Belgians have carved themselves into the
Flemish and the Walloons, with a break-up of the nation-state of Belgium a
real possibility. Northern Italians identify more economically and
politically … and increasingly culturally … with Germans than with the Italian-speaking
south. A large majority of Texans have begun to think of the culture that
infects Washington, DC in the same way Catalans think of the culture in
Madrid. Islamist immigration into Europe has resulted in zones and even
entire small cities “seceding” from the rest of the nation; “no-go” zones
around Paris and “self-policed” areas of Amsterdam and in Norway and Sweden are
just the first small fractures in the very concept of the nation-state.

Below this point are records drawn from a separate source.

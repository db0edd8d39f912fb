import { sortByMargin, summarise, type Verdict } from '../checks/index.ts';
import type { ResultsCase, ResultsFile } from '../engine/index.ts';
import { busById, busName, casesOf, elementName, type Finding, type Study } from '../study/index.ts';
import { type Column, fixed, significant, tableLines, wrapped } from './table.ts';

const lineWidth = 98;

const busColumns: Column[] = [
  { head: 'Busbar', align: 'left', most: 26 },
  { head: 'Un V', align: 'right' },
  { head: 'U12 V', align: 'right' },
  { head: 'U23 V', align: 'right' },
  { head: 'U31 V', align: 'right' },
  { head: 'U/Un %', align: 'right' },
  { head: 'THD U %', align: 'right' },
];

const terminalColumns: Column[] = [
  { head: 'Part', align: 'left', most: 22 },
  { head: 'at busbar', align: 'left', most: 15 },
  { head: 'kW', align: 'right' },
  { head: 'kvar', align: 'right' },
  { head: 'cos φ', align: 'right' },
  { head: 'PF', align: 'right' },
  { head: 'A', align: 'right' },
  { head: 'neutral A', align: 'right' },
  { head: 'THD I %', align: 'right' },
];

const resonanceColumns: Column[] = [
  { head: 'order', align: 'right' },
  { head: 'Hz', align: 'right' },
  { head: 'resonance', align: 'left' },
  { head: 'ohm', align: 'right' },
  { head: 'Q', align: 'right' },
];

const verdictColumns: Column[] = [
  { head: '', align: 'left' },
  { head: 'Check', align: 'left', most: 36 },
  { head: 'of', align: 'left', most: 18 },
  { head: 'value', align: 'right' },
  { head: 'limit', align: 'right' },
  { head: 'unit', align: 'left', most: 8 },
  { head: 'margin', align: 'right' },
];

const marks = { pass: '✓ pass', watch: '! watch', fail: '✕ fail', unknown: '? unknown' } as const;

/** The readable summary of a solved study, line by line, at most 100 columns wide. */
export function summary(
  study: Study,
  results: ResultsFile,
  verdicts: ReadonlyMap<string, readonly Verdict[]>,
  findings: readonly Finding[],
): string[] {
  const cases = results.cases.flatMap((solved) => [
    '',
    ...caseLines(study, solved, verdicts.get(solved.id) ?? []),
  ]);
  const warnings = [...results.warnings, ...findings.map(({ path, message }) => `${path}: ${message}`)];
  return [...headLines(study), ...cases, ...warningLines([...new Set(warnings)])];
}

function headLines(study: Study): string[] {
  const { title, site, frequencyHz, maxOrder = 50, summation = 'phasor' } = study;
  const law =
    summation === 'phasor' ? 'sources added with their angles' : 'sources added by the IEC 61000-3-6 law';
  const count = (n: number, word: string): string => `${n} ${word}${n === 1 ? '' : 's'}`;
  const sizes = [
    count(study.buses.length, 'busbar'),
    count(study.elements.length, 'part'),
    count(casesOf(study).length, 'case'),
  ];
  return [
    site === undefined || site === '' ? title : `${title}, ${site}`,
    `${frequencyHz} Hz, orders 1 to ${maxOrder}, ${law}; ${sizes.join(', ')}`,
    'rms of all orders; kW and kvar of the fundamental into the part (kvar below 0: leading)',
  ];
}

function caseLines(study: Study, solved: ResultsCase, verdicts: readonly Verdict[]): string[] {
  const name = casesOf(study).find(({ id }) => id === solved.id)?.name ?? solved.id;
  const outcome = solved.converged ? 'converged' : 'did not converge';
  const head = `Case ${name}${name === solved.id ? '' : ` (${solved.id})`}: ${outcome}`;
  const reason = solved.error === undefined ? [] : wrapped(solved.error, lineWidth, '  ', '  ');
  if (!solved.converged) return [underlined(head), ...reason, ...scanLines(study, solved)];
  return [
    underlined(head),
    ...reason,
    ...tableLines(
      busColumns,
      solved.buses.map((bus) => busRow(study, bus)),
    ),
    '',
    ...tableLines(
      terminalColumns,
      solved.terminals.map((terminal) => terminalRow(study, terminal)),
    ),
    ...scanLines(study, solved),
    ...verdictLines(study, verdicts),
  ];
}

function underlined(head: string): string {
  return `${head}\n${'─'.repeat(Math.min(head.length, lineWidth))}`;
}

function busRow(study: Study, bus: ResultsCase['buses'][number]): string[] {
  const nominalV = busById(study, bus.id)?.nominalV ?? Number.NaN;
  const furthest = bus.rmsLL.reduce((worst, v) =>
    Math.abs(v - nominalV) > Math.abs(worst - nominalV) ? v : worst,
  );
  return [
    busName(study, bus.id),
    significant(nominalV, 3),
    ...bus.rmsLL.map((volts) => fixed(volts, 1)),
    fixed((100 * furthest) / nominalV, 1),
    fixed(worst(bus.thdPercent), 2),
  ];
}

function terminalRow(study: Study, terminal: ResultsCase['terminals'][number]): string[] {
  const { kW, kvar, displacementPF, truePF, rmsA, neutralRmsA, thdPercent } = terminal;
  return [
    elementName(study, terminal.element),
    busName(study, terminal.bus),
    fixed(kW, 1),
    fixed(kvar, 1),
    fixed(displacementPF, 3),
    fixed(truePF, 3),
    fixed(Math.max(...rmsA), 1),
    fixed(neutralRmsA, 1),
    fixed(worst(thdPercent), 1),
  ];
}

/** The largest of the three phases' figures; null where none has one. */
function worst(values: readonly (number | null)[]): number | null {
  const known = values.filter((value) => value !== null);
  return known.length === 0 ? null : Math.max(...known);
}

function scanLines(study: Study, solved: ResultsCase): string[] {
  return solved.scans.flatMap((scan) => {
    const title = `  Impedance at ${busName(study, scan.bus)}, ${scan.sequence} sequence`;
    if (scan.error !== undefined)
      return ['', ...wrapped(`${title.trim()}: ${scan.error}`, lineWidth, '  ', '    ')];
    const [from, to] = [scan.points[0]?.[0], scan.points.at(-1)?.[0]];
    const span = `${title}, ${fixed(from, 0)} to ${fixed(to, 0)} Hz`;
    if (scan.resonances.length === 0) return ['', `${span}: no resonance`];
    const rows = scan.resonances.map(({ order, kind, ohm, q }) => [
      fixed(order, 3),
      fixed(order * study.frequencyHz, 1),
      kind,
      significant(ohm, 4),
      significant(q, 3),
    ]);
    return ['', span, ...tableLines(resonanceColumns, rows)];
  });
}

function verdictLines(study: Study, verdicts: readonly Verdict[]): string[] {
  const { fail, watch, unknown, pass } = summarise(verdicts);
  const head = `  Verdicts: ${fail} fail, ${watch} watch, ${unknown} unknown, ${pass} pass`;
  const open = sortByMargin(verdicts).filter(({ verdict }) => verdict !== 'pass');
  if (open.length === 0) return ['', head];
  const table = tableLines(
    verdictColumns,
    open.map((verdict) => verdictRow(study, verdict)),
  );
  return ['', head, ...table, ...missingLines(study, open)];
}

/** What each verdict that is unknown lacks. */
function missingLines(study: Study, verdicts: readonly Verdict[]): string[] {
  return verdicts
    .filter(({ verdict }) => verdict === 'unknown')
    .flatMap((verdict) => {
      const text = `? ${verdict.title}, ${subjectName(study, verdict)}: ${verdict.mend ?? verdict.remarks[0] ?? ''}`;
      return wrapped(text, lineWidth, '  ', '    ');
    });
}

function subjectName(study: Study, { subject }: Verdict): string {
  return subject.kind === 'bus' ? busName(study, subject.id) : elementName(study, subject.id);
}

function verdictRow(study: Study, verdict: Verdict): string[] {
  const { title, value, limit, unit, margin } = verdict;
  return [
    marks[verdict.verdict],
    title,
    subjectName(study, verdict),
    significant(value, 4),
    significant(limit, 4),
    unit,
    fixed(margin, 2),
  ];
}

function warningLines(warnings: readonly string[]): string[] {
  if (warnings.length === 0) return [];
  return ['', 'Warnings', ...warnings.flatMap((warning) => wrapped(warning, lineWidth, '  ', '    '))];
}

Not even fast-rising China is
immune. The entire focus of their politics and economic policy is
“cultural unity”, is it not? Which gives you a very good sense of where
the ruling elite in Beijing thinks the greatest threat to the state and to
their rule comes from.
Culture is explosive. It’s
divisive. It’s not contained by the nation-state but is a crucial glue
binding the nation-state. When infused with historical grudges or
religious “jihad” … or even just a peaceful awakening sense of individualism
and a desire for local control … culture becomes a weapon with the power
to shatter both the nation-state and the welfare state governments that ride
along upon it.
I end this post where I ended the
last, wondering where this will lead. Are we facing dissolution and
chaos? Or is this a return to reality after a long romance with the
delusional fantasy of the welfare state? Is this the birth of a
culturally stronger, geographically decentralized, more diverse global
political and economic construct? I know the play is in process …
and I just hope I live long enough to find out how it ends.